Content starts
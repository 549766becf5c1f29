import { plural, shown } from './plain.ts';

/** What a fit says when it has to stop. */
export const fitWords = {
  formRange: (given: number, count: number, law: string): string =>
    `options: form must be a whole number from 1 to ${count} for ${law}, but it is ${shown(given)}.`,
  outsideDomain: (position: number, x: number, y: number, axis: string): string =>
    `Reading ${position} (x = ${shown(x)}, y = ${shown(y)}) lies outside the law's domain: ${axis} does not exist there.`,
  zeroSpread: (position: number, argument: string): string =>
    `${argument}: reading ${position} is 0, so an uncertainty in proportion to it is 0 as well; give an absolute uncertainty.`,
  infiniteWeight: (position: number): string =>
    `Reading ${position} cannot be weighted: its place on the straight axis does not depend on y there.`,
  noUncertainty: (position: number, argument: string): string =>
    `Reading ${position} has no uncertainty in ${argument} yet, so it is set aside.`,
  heldNeedsKnown: (intercept: string, unknown: readonly string[]): string =>
    `options: intercept=held needs an intercept that follows from known constants, but ${intercept} holds the unknown ${unknown.join(', ')}; give ${unknown.length > 1 ? 'their values' : 'its value'} in known.`,
  noRealConstants: (names: readonly string[], slope: number, intercept: number): string =>
    `No real value of ${names.join(', ')} gives a line with slope ${shown(slope)} and intercept ${shown(intercept)}: these readings do not follow this law.`,
  bothAxesNeedLine: (why: 'direct' | 'trial'): string =>
    why === 'direct'
      ? 'u_x must be left out with fit=direct: errors on both axes are taken into account by the line only.'
      : 'u_x must be left out for a law with a trial constant: give that constant in known, or leave u_x out.',
  curveNeeded: (response: string, what: string): string =>
    `law must be solvable for ${response} for ${what}, but it is not; write it as ${response} = ….`,
  lineLost: (inside: number): string =>
    `Only ${plural(inside, 'reading')} can be drawn on the straight axes of this law, so there is no line to describe; its constants come from the direct fit.`,
  outsideLine: (position: number, axis: string): string =>
    `Reading ${position} is not on the line, where ${axis} does not exist, but takes part in the direct fit.`,
  outsideAside: (position: number, x: number, y: number, axis: string): string =>
    `Reading ${position} is set aside: at x = ${shown(x)}, y = ${shown(y)} ${axis} does not exist.`,
  knownShift: (name: string): string =>
    `The standard uncertainty of ${name} cannot be carried into the constants: the law cannot be fitted for values of ${name} on both sides of the given one.`,
  monteCarloNeedsLine: (): string =>
    'options: interval=montecarlo must go with fit=line and a law without trial constants; here the constants come from the direct fit.',
  newReadingNeedsRule: (): string =>
    'options: band=reading must go with u_y as a number, a text like 2%, equal, proportional or nothing, but u_y is a range, which says nothing of a new reading.',
  noResponse: (predictor: string, at: number, law: string): string =>
    `There is no value of ${law} at ${predictor} = ${shown(at)}: it lies outside the law's domain.`,
  noPredictor: (response: string, at: number, law: string): string =>
    `The fitted ${law} does not reach ${response} = ${shown(at)}.`,
  unboundedPredictor: (response: string, at: number): string =>
    `The interval of x at ${response} = ${shown(at)} is unbounded: at this coverage the slope cannot be told from zero, or the interval runs to the end of the law's domain.`,
  noReadings: (have: number, need: number): string =>
    `There ${have === 1 ? 'is' : 'are'} ${plural(have, 'reading')} so far; this law needs at least ${need}.`,
  unknownConstant: (name: string, names: readonly string[]): string =>
    `name must be a constant of the law (${names.join(', ')}), but it is '${name}'.`,
};
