import { listed, shown } from './plain.ts';

/** Text as a message quotes it: cut to 60 characters. */
function quoted(text: string): string {
  return `'${text.length > 60 ? `${text.slice(0, 59)}…` : text}'`;
}

/** What is said about known constants, uncertainties and options that cannot be read. */
export const argumentWords = {
  knownEntry: (entry: string): string =>
    `known must hold entries like R=1000 separated by ';', but one of them is ${quoted(entry)}.`,
  knownSymbol: (symbol: string): string =>
    `known must name each constant by its symbol, but ${quoted(symbol)} is not a symbol.`,
  knownTwice: (symbol: string): string =>
    `known must give each constant once, but ${symbol} stands there twice.`,
  knownNumber: (symbol: string, text: string, what: 'value' | 'standard uncertainty'): string =>
    `known must give the ${what} of ${symbol} as a number, but it is ${text === '' ? 'missing' : quoted(text)}.`,
  knownNegative: (symbol: string, value: number): string =>
    `known must give a standard uncertainty of 0 or more for ${symbol}, but it is ${shown(value)}.`,
  knownColumns: (row: number, columns: number): string =>
    `known must have rows of name, value and, if there is one, standard uncertainty, but row ${row} has ${columns} ${columns === 1 ? 'cell' : 'cells'} filled.`,
  decimalComma: (argument: string, text: string): string =>
    `${argument} must use a decimal point and separate entries with ';', but it holds the comma in ${quoted(text)}.`,
  spreadText: (argument: 'u_y' | 'u_x', text: string): string =>
    argument === 'u_y'
      ? `u_y must be a number above 0, a text like 2%, equal or proportional, or a range with one cell per reading, but it is ${quoted(text)}.`
      : `u_x must be a number above 0, a text like 2%, or a range with one cell per reading, but it is ${quoted(text)}.`,
  spreadPositive: (argument: string, value: number): string =>
    `${argument} must be above 0, but it is ${shown(value)}.`,
  spreadCount: (argument: string, cells: number, count: number): string =>
    `${argument} must have one cell per reading, but it has ${cells} ${cells === 1 ? 'cell' : 'cells'} and the readings have ${count}.`,
  spreadCell: (argument: string, position: number, shownValue: string): string =>
    `${argument} must hold numbers above 0, but its cell ${position} holds ${quoted(shownValue)}.`,
  spreadNeedsKnown: (): string =>
    'u_x must stand beside a known u_y (a number, a text like 2%, or a range), but u_y states no uncertainty.',
  optionEntry: (entry: string): string =>
    `options must hold entries like coverage=0.99 separated by ';', but one of them is ${quoted(entry)}.`,
  optionKey: (key: string, allowed: readonly string[]): string =>
    `options must be among ${listed(allowed)}, but one of them is ${quoted(key)}.`,
  optionTwice: (key: string): string => `options must set each option once, but ${key} is set twice.`,
  optionValue: (key: string, value: string, allowed: readonly string[]): string =>
    `options: ${key} must be ${listed(allowed, 'or')}, but it is ${quoted(value)}.`,
  cellError: (argument: string, error: string): string => `${argument} holds the error ${error}.`,
};
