"""The slow, obvious way: one request, one cycle, one bank at a time. To hold the closed forms against."""

from __future__ import annotations

import heapq
import random
from collections import deque
from collections.abc import Sequence


def reads(beats: int, outstanding: int, latency: int, request_gap: int, number: int = 4000) -> float:
    """Beats a cycle of a port: a request leaves when there is room, its beats come back in order over one bus."""
    under_way: deque[float] = deque()
    asked, bus = -float(request_gap), 0.0
    for _ in range(number):
        asked += request_gap
        if len(under_way) == outstanding:
            asked = max(asked, under_way.popleft())
        bus = max(bus, asked + latency) + beats
        under_way.append(bus)
    return number * beats / bus


def writes(beats: int, gap: float, outstanding: int, latency: float, seed: int, number: int = 60000) -> float:
    """Beats a cycle of a port whose bursts take beats + gap cycles on average, their answers ``latency`` later."""
    draw = random.Random(seed)
    ready = [0.0] * outstanding
    bus = 0.0
    for _ in range(number):
        start = max(bus, heapq.heappop(ready))
        bus = start + draw.expovariate(1 / (beats + gap))
        heapq.heappush(ready, bus + latency)
    return number * beats / bus


def one_channel_at_a_time(size: float, channels: int, gbps: float, turn_ns: float, seed: int) -> float:
    """GB/s of random transactions of one port that waits whenever the next channel is another."""
    draw = random.Random(seed)
    here, now, number = 0, 0.0, 20000
    for _ in range(number):
        there = draw.randrange(channels)
        now += size / gbps + (turn_ns if there != here else 0)
        here = there
    return number * size / now


def crossbar(ports: int, slots: int, *, queues: bool, seed: int) -> float:
    """Packets a slot and port of a saturated crossbar, with a queue at each input or with losers thrown away."""
    draw = random.Random(seed)
    heads = [draw.randrange(ports) for _ in range(ports)]
    passed = 0
    for _ in range(slots):
        order = list(range(ports))
        draw.shuffle(order)
        served: set[int] = set()
        for port in order:
            if heads[port] not in served:
                served.add(heads[port])
                passed += 1
                heads[port] = draw.randrange(ports)
            elif not queues:
                heads[port] = draw.randrange(ports)
    return passed / slots / ports


def filling(capacity: dict[str, float], flows: Sequence[Sequence[str]], step: float = 1e-3) -> list[float]:
    """Max-min fair rates by raising all flows by a little until a link is full."""
    rates, rising = [0.0] * len(flows), set(range(len(flows)))
    while rising:
        for number in rising:
            rates[number] += step
        for link, most in capacity.items():
            if sum(rate for rate, flow in zip(rates, flows, strict=True) if link in flow) >= most - 1e-9:
                rising -= {number for number, flow in enumerate(flows) if link in flow}
    return rates


class Memory:
    """One rank of banks, cycle by cycle: the oldest open row first, then the oldest that needs its row. Cycles."""

    def __init__(
        self, groups: int, banks: int, *, burst: int, same_group: int, gap: int, window: int, cycle: int
    ) -> None:
        self.groups, self.banks = groups, banks
        self.burst, self.same_group, self.gap, self.window, self.cycle = burst, same_group, gap, window, cycle

    def serve(self, places: Sequence[tuple[int, int, int]], queue: int) -> float:
        """Granules a cycle; each place is (group, bank, row), ``queue`` of them are seen at a time."""
        waiting: list[tuple[int, int, int]] = []
        todo = iter(places)
        rows: dict[tuple[int, int], int] = {}
        row_ready: dict[tuple[int, int], int] = {}
        activated: dict[tuple[int, int], int] = {}
        group_ready = [0] * self.groups
        activates: deque[int] = deque([-(10**6)] * 4, maxlen=4)
        bus = now = served = 0
        open_cycles = self.cycle // 3
        while served < len(places):
            while len(waiting) < queue and (place := next(todo, None)) is not None:
                waiting.append(place)
            for place in waiting:
                group, bank, row = place
                if rows.get((group, bank)) == row and row_ready[group, bank] <= now >= max(bus, group_ready[group]):
                    waiting.remove(place)
                    bus, group_ready[group] = now + self.burst, now + self.same_group
                    served += 1
                    break
            wanted = {(group, bank, rows.get((group, bank))) for group, bank, _ in waiting}
            hits = {(group, bank) for group, bank, row in waiting if (group, bank, row) in wanted}
            if now >= activates[-1] + self.gap and now >= activates[0] + self.window:
                for group, bank, row in waiting:
                    if (group, bank) not in hits and now >= activated.get((group, bank), -(10**6)) + self.cycle:
                        rows[group, bank], activated[group, bank] = row, now
                        row_ready[group, bank] = now + open_cycles
                        activates.append(now)
                        break
            now += 1
        return served / max(now, bus)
Content ends
* **Assignment**:
Please output the lines of the listing above that fall in the stretch from the one with "def crossbar(ports: int, slots: int, *, queues: bool, seed: int)" through the one with "self.groups, self.banks = groups, banks", exactly and only those.

* **Reply**:
def crossbar(ports: int, slots: int, *, queues: bool, seed: int) -> float:
    """Packets a slot and port of a saturated crossbar, with a queue at each input or with losers thrown away."""
    draw = random.Random(seed)
    heads = [draw.randrange(ports) for _ in range(ports)]
    passed = 0
    for _ in range(slots):
        order = list(range(ports))
        draw.shuffle(order)
        served: set[int] = set()
        for port in order:
            if heads[port] not in served:
                served.add(heads[port])
                passed += 1
                heads[port] = draw.randrange(ports)
            elif not queues:
                heads[port] = draw.randrange(ports)
    return passed / slots / ports


def filling(capacity: dict[str, float], flows: Sequence[Sequence[str]], step: float = 1e-3) -> list[float]:
    """Max-min fair rates by raising all flows by a little until a link is full."""
    rates, rising = [0.0] * len(flows), set(range(len(flows)))
    while rising:
        for number in rising:
            rates[number] += step
        for link, most in capacity.items():
            if sum(rate for rate, flow in zip(rates, flows, strict=True) if link in flow) >= most - 1e-9:
                rising -= {number for number, flow in enumerate(flows) if link in flow}
    return rates


class Memory:
    """One rank of banks, cycle by cycle: the oldest open row first, then the oldest that needs its row. Cycles."""

    def __init__(
        self, groups: int, banks: int, *, burst: int, same_group: int, gap: int, window: int, cycle: int
    ) -> None:
        self.groups, self.banks = groups, banks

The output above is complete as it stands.